Everything in the listing below from the line containing "let armed = Cut" through the line containing "let kept = expected.len()" must be repeated exactly; the remaining lines are not wanted.

*Input data*
+++++

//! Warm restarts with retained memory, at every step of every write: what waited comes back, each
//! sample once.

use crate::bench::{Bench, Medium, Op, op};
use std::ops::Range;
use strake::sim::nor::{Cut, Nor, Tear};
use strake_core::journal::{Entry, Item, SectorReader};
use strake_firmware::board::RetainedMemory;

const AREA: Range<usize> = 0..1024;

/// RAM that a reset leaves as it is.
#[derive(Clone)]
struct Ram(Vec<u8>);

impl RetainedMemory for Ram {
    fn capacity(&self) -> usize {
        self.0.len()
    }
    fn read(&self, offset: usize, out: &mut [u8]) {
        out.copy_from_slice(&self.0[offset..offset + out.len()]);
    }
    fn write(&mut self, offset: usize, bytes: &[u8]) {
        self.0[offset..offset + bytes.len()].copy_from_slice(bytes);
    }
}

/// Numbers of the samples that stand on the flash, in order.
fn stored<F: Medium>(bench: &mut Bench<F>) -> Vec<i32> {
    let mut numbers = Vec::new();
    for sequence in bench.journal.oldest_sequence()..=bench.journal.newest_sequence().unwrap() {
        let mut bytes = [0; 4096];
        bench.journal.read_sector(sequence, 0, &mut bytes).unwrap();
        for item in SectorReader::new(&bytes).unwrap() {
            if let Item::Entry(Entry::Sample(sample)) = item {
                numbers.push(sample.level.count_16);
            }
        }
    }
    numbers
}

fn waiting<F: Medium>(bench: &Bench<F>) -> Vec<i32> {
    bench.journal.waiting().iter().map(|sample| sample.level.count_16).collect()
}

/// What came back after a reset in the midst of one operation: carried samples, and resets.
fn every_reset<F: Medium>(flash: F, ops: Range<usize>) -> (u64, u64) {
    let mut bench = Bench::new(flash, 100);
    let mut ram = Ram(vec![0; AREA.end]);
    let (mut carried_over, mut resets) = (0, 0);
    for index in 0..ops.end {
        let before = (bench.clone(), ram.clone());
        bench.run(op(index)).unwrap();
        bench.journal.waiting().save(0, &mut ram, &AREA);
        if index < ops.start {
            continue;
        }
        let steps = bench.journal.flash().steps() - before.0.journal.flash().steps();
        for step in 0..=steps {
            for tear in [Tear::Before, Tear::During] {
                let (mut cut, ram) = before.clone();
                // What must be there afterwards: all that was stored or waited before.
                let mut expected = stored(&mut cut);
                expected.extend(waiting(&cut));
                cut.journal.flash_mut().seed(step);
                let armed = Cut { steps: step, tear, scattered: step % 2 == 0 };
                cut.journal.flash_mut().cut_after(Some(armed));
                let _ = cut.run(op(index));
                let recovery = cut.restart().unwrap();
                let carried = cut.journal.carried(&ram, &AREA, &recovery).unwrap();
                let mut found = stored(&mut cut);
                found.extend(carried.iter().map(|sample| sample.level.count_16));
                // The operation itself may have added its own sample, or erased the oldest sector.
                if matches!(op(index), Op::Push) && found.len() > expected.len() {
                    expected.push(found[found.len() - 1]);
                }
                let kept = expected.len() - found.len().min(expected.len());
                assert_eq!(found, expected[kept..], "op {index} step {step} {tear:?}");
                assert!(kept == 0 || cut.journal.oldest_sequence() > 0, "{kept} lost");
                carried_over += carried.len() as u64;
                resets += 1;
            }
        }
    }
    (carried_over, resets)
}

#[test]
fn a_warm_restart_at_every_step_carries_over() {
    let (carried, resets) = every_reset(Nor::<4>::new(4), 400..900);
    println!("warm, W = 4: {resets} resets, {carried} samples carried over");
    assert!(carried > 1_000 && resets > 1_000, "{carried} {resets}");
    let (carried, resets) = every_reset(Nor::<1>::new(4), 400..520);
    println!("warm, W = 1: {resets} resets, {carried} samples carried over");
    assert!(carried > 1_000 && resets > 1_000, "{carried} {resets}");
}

+++++

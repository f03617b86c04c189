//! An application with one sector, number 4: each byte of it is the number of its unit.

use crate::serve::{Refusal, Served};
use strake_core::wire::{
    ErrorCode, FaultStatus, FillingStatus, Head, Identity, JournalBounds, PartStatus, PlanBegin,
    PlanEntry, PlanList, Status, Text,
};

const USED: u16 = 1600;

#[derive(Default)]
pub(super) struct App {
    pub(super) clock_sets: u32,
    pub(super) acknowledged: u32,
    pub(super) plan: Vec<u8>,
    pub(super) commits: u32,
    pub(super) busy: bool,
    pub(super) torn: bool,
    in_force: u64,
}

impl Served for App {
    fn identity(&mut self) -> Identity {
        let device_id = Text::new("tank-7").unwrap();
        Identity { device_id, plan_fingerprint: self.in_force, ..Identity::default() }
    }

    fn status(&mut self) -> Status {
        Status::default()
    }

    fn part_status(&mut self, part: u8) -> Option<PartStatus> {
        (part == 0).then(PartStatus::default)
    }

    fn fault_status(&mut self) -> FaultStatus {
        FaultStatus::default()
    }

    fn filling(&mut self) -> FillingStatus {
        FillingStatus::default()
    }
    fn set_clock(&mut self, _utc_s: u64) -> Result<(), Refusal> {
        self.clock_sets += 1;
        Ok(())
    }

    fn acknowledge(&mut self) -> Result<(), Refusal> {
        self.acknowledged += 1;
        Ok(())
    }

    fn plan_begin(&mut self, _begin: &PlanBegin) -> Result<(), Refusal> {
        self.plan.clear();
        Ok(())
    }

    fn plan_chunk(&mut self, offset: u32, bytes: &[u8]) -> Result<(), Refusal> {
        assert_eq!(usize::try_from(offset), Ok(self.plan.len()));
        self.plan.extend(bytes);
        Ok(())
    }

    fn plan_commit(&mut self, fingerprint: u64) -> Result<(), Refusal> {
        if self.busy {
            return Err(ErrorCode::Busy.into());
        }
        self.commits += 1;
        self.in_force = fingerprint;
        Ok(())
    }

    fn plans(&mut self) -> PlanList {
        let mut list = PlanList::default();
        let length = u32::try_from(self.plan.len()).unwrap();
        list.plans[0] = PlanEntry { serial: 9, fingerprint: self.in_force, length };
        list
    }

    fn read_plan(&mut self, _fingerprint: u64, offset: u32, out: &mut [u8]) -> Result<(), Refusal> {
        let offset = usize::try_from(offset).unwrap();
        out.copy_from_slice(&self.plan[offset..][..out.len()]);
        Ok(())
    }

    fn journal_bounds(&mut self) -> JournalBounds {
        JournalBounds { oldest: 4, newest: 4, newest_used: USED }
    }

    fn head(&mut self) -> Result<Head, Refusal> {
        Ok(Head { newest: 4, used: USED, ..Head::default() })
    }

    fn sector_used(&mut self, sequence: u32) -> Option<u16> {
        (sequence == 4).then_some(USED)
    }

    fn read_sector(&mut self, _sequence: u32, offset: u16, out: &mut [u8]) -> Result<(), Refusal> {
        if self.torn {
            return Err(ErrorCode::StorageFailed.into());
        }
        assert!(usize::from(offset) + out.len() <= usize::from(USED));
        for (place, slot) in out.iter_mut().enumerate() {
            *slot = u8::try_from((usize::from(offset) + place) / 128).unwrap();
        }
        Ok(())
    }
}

+++++

*Expected output*
                let armed = Cut { steps: step, tear, scattered: step % 2 == 0 };
                cut.journal.flash_mut().cut_after(Some(armed));
                let _ = cut.run(op(index));
                let recovery = cut.restart().unwrap();
                let carried = cut.journal.carried(&ram, &AREA, &recovery).unwrap();
                let mut found = stored(&mut cut);
                found.extend(carried.iter().map(|sample| sample.level.count_16));
                // The operation itself may have added its own sample, or erased the oldest sector.
                if matches!(op(index), Op::Push) && found.len() > expected.len() {
                    expected.push(found[found.len() - 1]);
                }
                let kept = expected.len() - found.len().min(expected.len());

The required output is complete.